The Rescue is a 1929 American sound pre-Code romantic adventure film directed by Herbert Brenon, and produced by Samuel Goldwyn. While the film has no audible dialog, it was released with a synchronized musical score with sound effects using both the sound-on-disc and sound-on-film process. The screenplay was written by Elizabeth Meehan, based on the 1920 novel by Joseph Conrad. The music score is by Hugo Riesenfeld.

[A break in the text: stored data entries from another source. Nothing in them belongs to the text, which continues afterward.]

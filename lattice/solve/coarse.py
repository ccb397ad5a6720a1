"""The `coarse` preconditioner: two levels, multiplicative.

First the bordered system of the law re-discretised on a coarse lattice that still carries the active
modes, solved by LU or by patches; then one smoothing of what is left. The scalars are solved for on the
coarse lattice only. Transfer is by truncated Fourier spectra in all axes.
"""

from __future__ import annotations

from collections.abc import Callable
from typing import TYPE_CHECKING, Any, Protocol

from lattice.solve.bordering import Bordering
from lattice.solve.coarse_lattice import Choice, choose
from lattice.solve.coarse_solver import PatchedCoarse
from lattice.solve.direct import Direct
from lattice.solve.smoothers import SlabSmoother, SpectralSmoother
from lattice.spectral.transfer import Transfer
from lattice.spectral.transform import Transform
from lattice.system.constant_part import ConstantPart
from lattice.system.system import System
from lattice.system.timing import event
from lattice.system.unknowns import LOOSE

if TYPE_CHECKING:
    from lattice.solve.registry import Preconditioner


class Smoother(Protocol):
    """An approximate inverse of the field part that is good at what the coarse lattice does not carry."""

    def update(self) -> None:
        """Set up for the system's point of linearisation. Collective."""

    def apply(self, r: Any, y: Any) -> None:
        """Set the field vector `y` to the smoother times `r`. Collective."""

    def apply_transpose(self, r: Any, y: Any) -> None:
        """Set `y` to the transposed smoother times `r`. Collective."""

    def destroy(self) -> None:
        """Free everything PETSc holds. Collective."""


class TwoLevel:
    """The two-level preconditioner of a bordered system.

    Collective, as all methods. The coarse lattice and the smoother are chosen at the first `update`.

    Parameters
    ----------
    system : System
        On the fine lattice.
    options : object
        The job's solve section; `options.coarse` says what is not to be chosen.
    report : callable
        Takes lines for the log.

    Attributes
    ----------
    chosen : dict or None
        The coarse lattice and the smoother as keys of the job's section solve.coarse, once chosen.
    """

    def __init__(self, system: System, options: Any, report: Callable[[str], None]) -> None:
        self.system, self.options, self.report = system, options, report
        self.transform = Transform(system.blocks)
        self.constant = ConstantPart(system.operator)
        self._field, self._other = system.blocks.vector(), system.blocks.vector()
        self._work, self._rest = system.vector(), system.vector()
        self._made: list[Any] = []
        self.chosen: dict[str, Any] | None = None

    def update(self) -> None:
        """Restrict the point of linearisation, set up the coarse solver and the smoother."""
        self.constant.update()
        if not self._made:
            choice = choose(self.system, self.transform, self.constant, self.options.coarse)
            self.report(choice.reason)
            self._build(choice)
        with event("coarse set-up"):
            self._restrict_point()
            self.solver.update()
        with event("smoother set-up"):
            self.smoother.update()

    def _build(self, choice: Choice) -> None:
        """Make the coarse system, the transfer and the smoother."""
        system, options = self.system, self.options.coarse
        loose = [u.name for u in system.unknowns if u.condition == LOOSE]
        free = [u.name for u in system.unknowns if u.condition.startswith("phase")]
        self.coarse = System(
            system.law, choice.lattice, system.values, free, system.means, system.comm, loose
        )
        lattice = choice.lattice
        self.chosen = {"nt": lattice.nt, "nx": lattice.nx, "order": lattice.order_x}
        self.chosen |= {"smoother": choice.smoother, **({"ny": lattice.ny} if lattice.ny > 1 else {})}
        self.coarse.unknowns = system.unknowns  # the same units of the scalars on both levels
        self.coarse_transform = Transform(self.coarse.blocks)
        steady = system.lattice.nt == 1
        midpoint = tuple(e.evolving and not steady for e in system.law.equations)
        self.transfer = Transfer(self.transform, self.coarse_transform, midpoint)
        self.solver = self._make_solver()
        self.smoother = self._make_smoother(choice.smoother)
        self.ratio = self.coarse.root_size / system.root_size
        self._x, self._r, self._y = self.coarse.vector(), self.coarse.vector(), self.coarse.vector()
        self._small = self.coarse.blocks.vector()
        self._made = [
            *(self._x, self._r, self._y, self._small),
            *(self.smoother, self.solver, self.transfer, self.coarse_transform, self.coarse),
        ]
        assert options is not None

    def _make_solver(self) -> Preconditioner:
        if self.options.coarse.solver == "patches":
            return PatchedCoarse(self.coarse, self.options)
        return Bordering(
            self.coarse, Direct(self.coarse, prefix="coarse_", ranks=self.options.coarse.lu_ranks)
        )

    def _make_smoother(self, name: str) -> Smoother:
        options = self.options.coarse
        if name == "slabs":
            return SlabSmoother(self.system, options.slabs, options.slab_overlap, self.report)
        return SpectralSmoother(self.transform, self.constant, options.shift)

    def _restrict_point(self) -> None:
        """Linearise the coarse system about the restricted point, with the restricted phase conditions."""
        operator = self.system.operator
        operator.copy_point(self._field)
        self.transfer.restrict(self._field, self._small, rows=False)
        self.coarse.pack(self.coarse.blocks.owned(self._small), operator.values, self._x)
        for condition, template in self.system.templates.items():
            self.transfer.restrict(template, self._small, rows=False)
            self.coarse.use_templates({condition: self._small})
        self.coarse.loose_weight = self.system.loose_weight
        self.coarse.linearise(self._x)

    def _down(self, r: Any, out: Any, rows: bool) -> None:
        """Restrict a vector of unknowns."""
        with event("transfer"):
            self._field.getArray()[:] = r.getArray(readonly=1)[: self.system.blocks.owned_size]
            self.transfer.restrict(self._field, self._small, rows)
            border = self.system.border_of(r) * self.ratio
            self.coarse.store(out, self._small.getArray(readonly=1), border)

    def _up(self, r: Any, out: Any, rows: bool) -> None:
        """Prolong a vector of unknowns."""
        with event("transfer"):
            self._small.getArray()[:] = r.getArray(readonly=1)[: self.coarse.blocks.owned_size]
            self.transfer.prolong(self._small, self._field, rows)
            border = self.coarse.border_of(r) / self.ratio
            self.system.store(out, self._field.getArray(readonly=1), border)

    def apply(self, r: Any, y: Any) -> None:
        """Set `y` to the coarse correction of `r`, smoothed once."""
        self._down(r, self._r, rows=True)
        with event("coarse solve"):
            self.solver.apply(self._r, self._y)
        self._up(self._y, y, rows=False)
        self.system.tangent(y, self._work)
        self._work.aypx(-1.0, r)
        self._smooth(self._work, y, self.smoother.apply)

    def apply_transpose(self, r: Any, y: Any) -> None:
        """Set `y` to the transpose: smoothing first, the coarse correction of what is left second."""
        self._rest.set(0.0)
        self._smooth(r, self._rest, self.smoother.apply_transpose)
        self.system.adjoint(self._rest, self._work)
        self._work.aypx(-1.0, r)
        self._down(self._work, self._r, rows=False)
        with event("coarse solve"):
            self.solver.apply_transpose(self._r, self._y)
        self._up(self._y, y, rows=True)
        y.axpy(1.0, self._rest)

    def _smooth(self, r: Any, y: Any, smooth: Callable[[Any, Any], None]) -> None:
        """Add the smoothed field part of `r` to `y`."""
        owned = self.system.blocks.owned_size
        self._field.getArray()[:] = r.getArray(readonly=1)[:owned]
        with event("smoother"):
            smooth(self._field, self._other)
        y.getArray()[:owned] += self._other.getArray(readonly=1)

    def destroy(self) -> None:
        """Free both levels."""
        for item in (*self._made, self._field, self._other, self._work, self._rest, self.transform):
            item.destroy()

The film stars Ronald Colman and Lili Damita.

==Cast==
- Ronald Colman as Tom Lingard
- Lili Damita as Lady Edith Travers
- Alfred Hickman as Mr. Travers
- Theodore von Eltz as Carter
- John Davidson as Hassim
- Philip Strange as D'Alacer
- Bernard Siegel as Jorgensen
- Sōjin Kamiyama as Daman
- Harry Cording as Belarab
- Laska Winter as Immada
- Duke Kahanamoku as Jaffir
- Louis Morrison as Shaw
- George Regas as Wasub
- Chrispin Martin as Tenga

== Production ==
Water scenes were filmed were filmed at Santa Cruz Island, with a two way radio set up to contact Goldwyn Studios.

==Music==
The musical score featured in the film was composed by Hugo Riesenfeld.

==Censorship==
When The Rescue was released, each province in Canada had a censor board that could order eliminations or cuts in the film. The Montreal censor board required the intertitles to be rewritten so that Lady Edith was the sister of Mr. Travers and not his wife, causing some confusion in the plot.

==Preservation==
An incomplete print, missing one reel, is in the collection of the George Eastman House film archive.